The question is whether it follows from the other four postulates that there is at least one parallel. This articles denies this, whereas the German article on the parallel postulate explicitly affirms it.
As the article states, Euclid's Proposition 16, the Exterior Angle Theorem, plays a central role, since it is used in proving that there is at least one parallel. Cut the Knot has a clear analysis of Proposition 16 and the implicit assumption that Euclid made in proving it. (See also [1], p. 163.)
Clarification of the status of Proposition 16 is complicated by the ambiguity in the use of the term absolute geometry. The general idea is that absolute geometry is the geometry that results from Euclid's first four postulates without assuming the fifth (in fact this is how Mathworld defines absolute geometry); however, due to the recognition that there are some problems in Euclid's approach, various other axiom systems have been developed for absolute geometry -- see [2], which is the most extensive source on this I found.

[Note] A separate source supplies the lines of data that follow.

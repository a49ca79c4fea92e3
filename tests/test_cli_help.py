"""Every command answers --help with an example, and the commands that handle people's data carry
the caution (skeleton data is pseudonymised; automated redaction needs human review)."""

from __future__ import annotations

import pytest
from click.testing import CliRunner

from redact.cli import COMMANDS as LAZY_COMMANDS
from redact.cli import main

COMMANDS = sorted(LAZY_COMMANDS)  # the lazily loaded commands (redact.cli.COMMANDS)
# Commands whose output holds or reveals data about people.
CAUTIONED = {"process", "demo", "export", "derive", "audit", "tracks", "report", "batch"}


def test_every_registered_command_is_listed():
    r = CliRunner().invoke(main, ["--help"])
    assert r.exit_code == 0
    for name in COMMANDS:
        assert name in r.output
    assert "pseudonymised" in r.output


@pytest.mark.parametrize("name", COMMANDS)
def test_help_has_an_example(name):
    r = CliRunner().invoke(main, [name, "--help"])
    assert r.exit_code == 0, r.output
    assert "example" in r.output.lower()
    assert f"redact {name}" in r.output


@pytest.mark.parametrize("name", sorted(CAUTIONED))
def test_help_carries_the_caution(name):
    text = " ".join(CliRunner().invoke(main, [name, "--help"]).output.lower().split())
    assert any(w in text for w in ("pseudonymised", "review", "sensitive", "does not replace")), name


def test_every_command_module_is_in_the_lazy_table():
    """Importing every cli/cmd_*.py registers exactly the commands the lazy table names, each defined
    in the module the table says: a new command cannot be forgotten."""
    import importlib
    from pathlib import Path

    import redact.cli as cli

    for path in sorted(Path(cli.__file__).parent.glob("cmd_*.py")):
        importlib.import_module(f"redact.cli.{path.stem}")
    assert set(main.commands) == set(LAZY_COMMANDS)
    for name, module in LAZY_COMMANDS.items():
        assert main.commands[name].callback.__module__ == f"redact.cli.{module}", name


def test_help_lists_each_command_with_its_own_one_line_help():
    r = CliRunner().invoke(main, ["--help"])
    assert r.exit_code == 0
    listing = r.output.split("Commands:", 1)[1]
    for name in COMMANDS:
        cmd = main.get_command(None, name)
        first = cmd.get_short_help_str(200).split()[:3]  # its own words, as click shortens them
        line = next(x for x in listing.splitlines() if x.strip().startswith(name + " "))
        assert " ".join(first) in " ".join(line.split()), (name, line)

Proposition 16 does not hold in elliptical geometry. Almost everyone seems to be in agreement that elliptical geometry is not an absolute geometry, but they rarely say which postulates they're assuming for absolute geometry. Indeed, many of the other axiom systems contain incidence axioms or plane separation axioms that can be used to prove Proposition 16 (see [3] ("Elliptic Geometry") and [4] (step 11)) and that are not satisfied in elliptical geometry. This does not, however, decide the question whether Proposition 16 follows from the first four of Euclid's original postulates.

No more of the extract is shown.